Access Control & Insider Risk
How Abundera manages production access, privileged operations, and insider risk from sole-founder stage through team growth.
Current Access Model
1 Person with Production Access
Sole founder stage. All production systems are managed by the founder (Cisco Caceres), who serves as Security Officer, DPO, and incident responder. No employees, contractors, or third parties have access.
No SSH, No Shell
Serverless architecture means there are no servers, no operating systems, and no shell access to compromise. The attack surface of traditional insider access does not exist.
No Direct Database Access
Databases are accessed exclusively through runtime bindings — there is no connection string, no SQL client access, and no way to query data outside the application layer.
Serverless by Design
The platform runs entirely on edge compute. There are no persistent processes, no background daemons, and no server infrastructure to misconfigure.
Access Review Program
Quarterly Reviews with Independent Co-Sign
Formal access reviews conducted January, April, July, and October across 8 systems. The Infrastructure Advisor (Jeff Moyer, Barbarians, Inc.) co-signs quarterly access review logs for the founder's own account, providing independent accountability. Baseline review completed February 2026.
8 Systems Reviewed
Every review covers infrastructure provider, DNS, payment processor, banking integrations, email service, monitoring, source control, and domain registrar.
Token Scoping
API tokens are scoped to minimum required permissions with IP CIDR restrictions. 90-day inactivity triggers automatic review and rejection.
Audit Trail
All privileged actions are logged to dedicated audit tables with actor, action, timestamp, IP address, and outcome.
Break-Glass Procedures
Documented Protocol
Emergency access procedures are documented in the business continuity plan. Hardware security key and account recovery materials held in physical safety deposit box accessible by designated legal counsel.
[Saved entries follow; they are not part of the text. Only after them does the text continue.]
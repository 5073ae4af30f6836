"""Tables in four formats, on both databases: contents, order, validators."""

import csv
import io
import json
import math
from collections.abc import Iterator
from typing import Any

import numpy as np
import pyarrow as pa
import pyarrow.parquet
import pytest

from support.api import Api, reading_only, sampled_by_hand, serving
from support.sweeps import small_sweep
from sweepmill.coordinates import coordinates
from sweepmill.statistics import summarize
from sweepmill.sweep import Sweep
from sweepmill_worker.sample import sample

ARROW = "application/vnd.apache.arrow.stream"
PARQUET = "application/vnd.apache.parquet"


@pytest.fixture
def api(database_url: str) -> Iterator[Api]:
    with serving(reading_only(database_url)) as running:
        yield running


def rich_sweep(cap: int = 40) -> Sweep:
    """Two axes, several coordinates, a ratio, a histogram, one observation under two names."""
    return Sweep.parse(
        {
            "circuit": {"family": "hybrid-clifford", "sites": [12, 8], "measurement_rate": [0.2, 0], "layers": 12},
            "observe": [
                {"quantity": "entropy", "region": "every-cut", "at": [4, 12]},
                {"name": "half", "quantity": "entropy", "average_translations": True, "histogram": True},
                {"name": "again", "quantity": "entropy", "average_translations": True, "histogram": True},
                {"quantity": "outcome-randomness", "at": "end"},
            ],
            "stop": {"trajectories": cap},
        }
    )


def table_of(api: Api, sweep: Sweep, accept: str = "application/json", what: str = "table") -> Any:
    answer = api.http.get(f"/v1/sweeps/{sweep.key}/{what}", headers={"Accept": accept})
    assert answer.status_code == 200, answer.text
    assert answer.headers["content-type"].startswith(accept)
    return answer


def test_rows_come_in_the_order_of_ensembles_names_coordinates(api: Api) -> None:
    sweep = rich_sweep()
    api.submit(sweep)
    sampled_by_hand(api.store, sweep, 40)
    columns = table_of(api, sweep).json()["columns"]
    expected = [
        (point.ensemble.parameters["sites"], point.ensemble.parameters["measurement_rate"], item.name, *place[:2])
        for point in sweep.points
        for item in sweep.observations
        for place in coordinates(point.ensemble, item.observation)
    ]
    names = ("sites", "measurement_rate", "name", "layer", "position")
    assert list(zip(*(columns[name] for name in names), strict=True)) == expected
    assert list(columns)[:2] == ["sites", "measurement_rate"]
    assert set(columns["met_by"]) == {"cap"}


def test_numbers_are_those_of_the_sampled_trajectories(api: Api) -> None:
    sweep = rich_sweep()
    api.submit(sweep)
    sampled_by_hand(api.store, sweep, 25)
    rows = iter(zip(*table_of(api, sweep).json()["columns"].values(), strict=True))
    for point in sweep.points:
        items = [item.observation for item in sweep.observations]
        batch = sample(point.ensemble, items, 0, 25)
        for item in items:
            places = coordinates(point.ensemble, item)
            for moments in summarize(batch.accumulators[item.key], places):
                trajectories, *numbers, met_by = next(rows)[-7:]
                expected = (moments.mean, moments.standard_error, moments.variance, moments.minimum, moments.maximum)
                assert numbers == [None if math.isnan(number) else number for number in expected]
                assert (trajectories, met_by) == (25, None)


def test_all_formats_hold_the_same_table(api: Api) -> None:
    sweep = rich_sweep()
    api.submit(sweep)
    sampled_by_hand(api.store, sweep, 30)
    body = table_of(api, sweep).json()
    arrow = pa.ipc.open_stream(table_of(api, sweep, ARROW).content).read_all()
    parquet = pyarrow.parquet.read_table(io.BytesIO(table_of(api, sweep, PARQUET).content))
    assert arrow.to_pydict() == parquet.to_pydict() == body["columns"]
    assert json.loads(arrow.schema.metadata[b"sweepmill"]) == body["metadata"]
    assert json.loads(parquet.schema.metadata[b"sweepmill"]) == body["metadata"]
    lines = list(csv.DictReader(io.StringIO(table_of(api, sweep, "text/csv").text)))
    assert list(lines[0]) == list(body["columns"])
    for name in ("mean", "standard_error", "variance"):
        written = [float(line[name]) if line[name] else None for line in lines]
        assert written == body["columns"][name]


def test_the_metadata_names_keys_ranges_and_digests(api: Api) -> None:
    sweep = rich_sweep()
    api.submit(sweep)
    sampled_by_hand(api.store, sweep, 40)
    metadata = table_of(api, sweep).json()["metadata"]
    assert (metadata["sweep"], metadata["axes"]) == (sweep.key, ["sites", "measurement_rate"])
    assert metadata["observations"]["half"] == metadata["observations"]["again"]
    begin = 0
    for ordinal, (point, entry) in enumerate(zip(sweep.points, metadata["ensembles"], strict=True)):
        batch = sample(point.ensemble, [item.observation for item in sweep.observations], 0, 40)
        assert (entry["key"], entry["ordinal"], entry["frozen"]) == (point.ensemble.key, ordinal, True)
        assert entry["digest"]
        assert entry["observations"] == {
            key: {"trajectories": [0, 40], "digest": total.digest} for key, total in batch.accumulators.items()
        }
        assert entry["rows"][0] == begin
        begin = entry["rows"][1]
    assert begin == len(table_of(api, sweep).json()["columns"]["mean"])


def test_an_ensemble_without_trajectories_has_no_rows(api: Api) -> None:
    sweep = small_sweep()
    api.submit(sweep)
    columns = table_of(api, sweep).json()["columns"]
    assert set(map(len, columns.values())) == {0}
    assert next(iter(columns)) == "measurement_rate"
    for accept in ("text/csv", ARROW, PARQUET):
        assert table_of(api, sweep, accept).content
    assert pa.ipc.open_stream(table_of(api, sweep, ARROW).content).read_all().num_rows == 0


def test_a_settled_table_never_changes(api: Api) -> None:
    sweep = small_sweep(cap=20)
    api.submit(sweep)
    sampled_by_hand(api.store, sweep, 20)
    settled = table_of(api, sweep)
    longer = small_sweep(cap=50)
    api.submit(longer)
    sampled_by_hand(api.store, longer, 50, first=20)
    later = table_of(api, sweep)
    assert later.content == settled.content
    assert later.headers["etag"] == settled.headers["etag"]
    assert set(table_of(api, longer).json()["columns"]["trajectories"]) == {50}


def test_a_current_copy_is_confirmed_and_an_old_one_replaced(api: Api) -> None:
    sweep = small_sweep(cap=50)
    api.submit(sweep)
    sampled_by_hand(api.store, sweep, 10)
    path = f"/v1/sweeps/{sweep.key}/table"
    tag = table_of(api, sweep).headers["etag"]
    current = api.http.get(path, headers={"If-None-Match": f'"other", W/{tag}'})
    assert (current.status_code, current.content, current.headers["etag"]) == (304, b"", tag)
    as_csv = api.http.get(path, headers={"If-None-Match": tag, "Accept": "text/csv"})
    assert as_csv.status_code == 200
    assert as_csv.headers["etag"] != tag
    sampled_by_hand(api.store, sweep, 15, first=10)
    newer = api.http.get(path, headers={"If-None-Match": tag})
    assert newer.status_code == 200
    assert newer.headers["etag"] != tag
    assert newer.headers["vary"] == "Accept"


def test_histograms_count_every_reading_once(api: Api) -> None:
    sweep = rich_sweep()
    api.submit(sweep)
    sampled_by_hand(api.store, sweep, 30)
    columns = table_of(api, sweep, what="histograms").json()["columns"]
    assert set(columns["name"]) == {"half", "again"}
    counted = np.array(columns["occurrences"])
    for sites, rate in ((8, 0.2), (12, 0)):
        chosen = [
            i
            for i, row in enumerate(zip(columns["sites"], columns["measurement_rate"], columns["name"], strict=True))
            if row == (sites, rate, "half")
        ]
        # the last cell is two layers, each read at every translation
        assert counted[chosen].sum() == 30 * 2 * sites
        values = np.array(columns["value"])[chosen]
        table = table_of(api, sweep).json()["columns"]
        means = [
            mean
            for mean, *row in zip(table["mean"], table["sites"], table["measurement_rate"], table["name"], strict=True)
            if row == [sites, rate, "half"]
        ]
        assert means == [pytest.approx((values * counted[chosen]).sum() / counted[chosen].sum(), rel=1e-14)]
    arrow = pa.ipc.open_stream(table_of(api, sweep, ARROW, "histograms").content).read_all()
    assert arrow.to_pydict() == columns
Break-glass actions trigger immediate alerts and require post-incident review.
Key Rotation
All 11 platform secrets stored in Cloudflare Workers Secrets (encrypted at rest and in transit), never committed to code. Documented rotation procedures for each. Rotation can be executed without service interruption via rolling deployment.
Emergency Succession
Designated emergency contacts with defined activation triggers (72h unresponsive during P1, 7 days under normal ops). GitHub organizational ownership ensures repository continuity. Infrastructure Advisor holds Cloudflare MFA backup codes for account recovery.
Scaling Plan
When the team grows beyond a sole founder, Abundera will implement: just-in-time (JIT) access provisioning, dual-approval for privileged operations, role separation between engineering and operations, mandatory security training for all personnel, and background checks for roles with data access. Account recovery includes a 48-hour cooling-off period with multi-channel notifications — users can cancel the recovery at any time if they did not initiate it.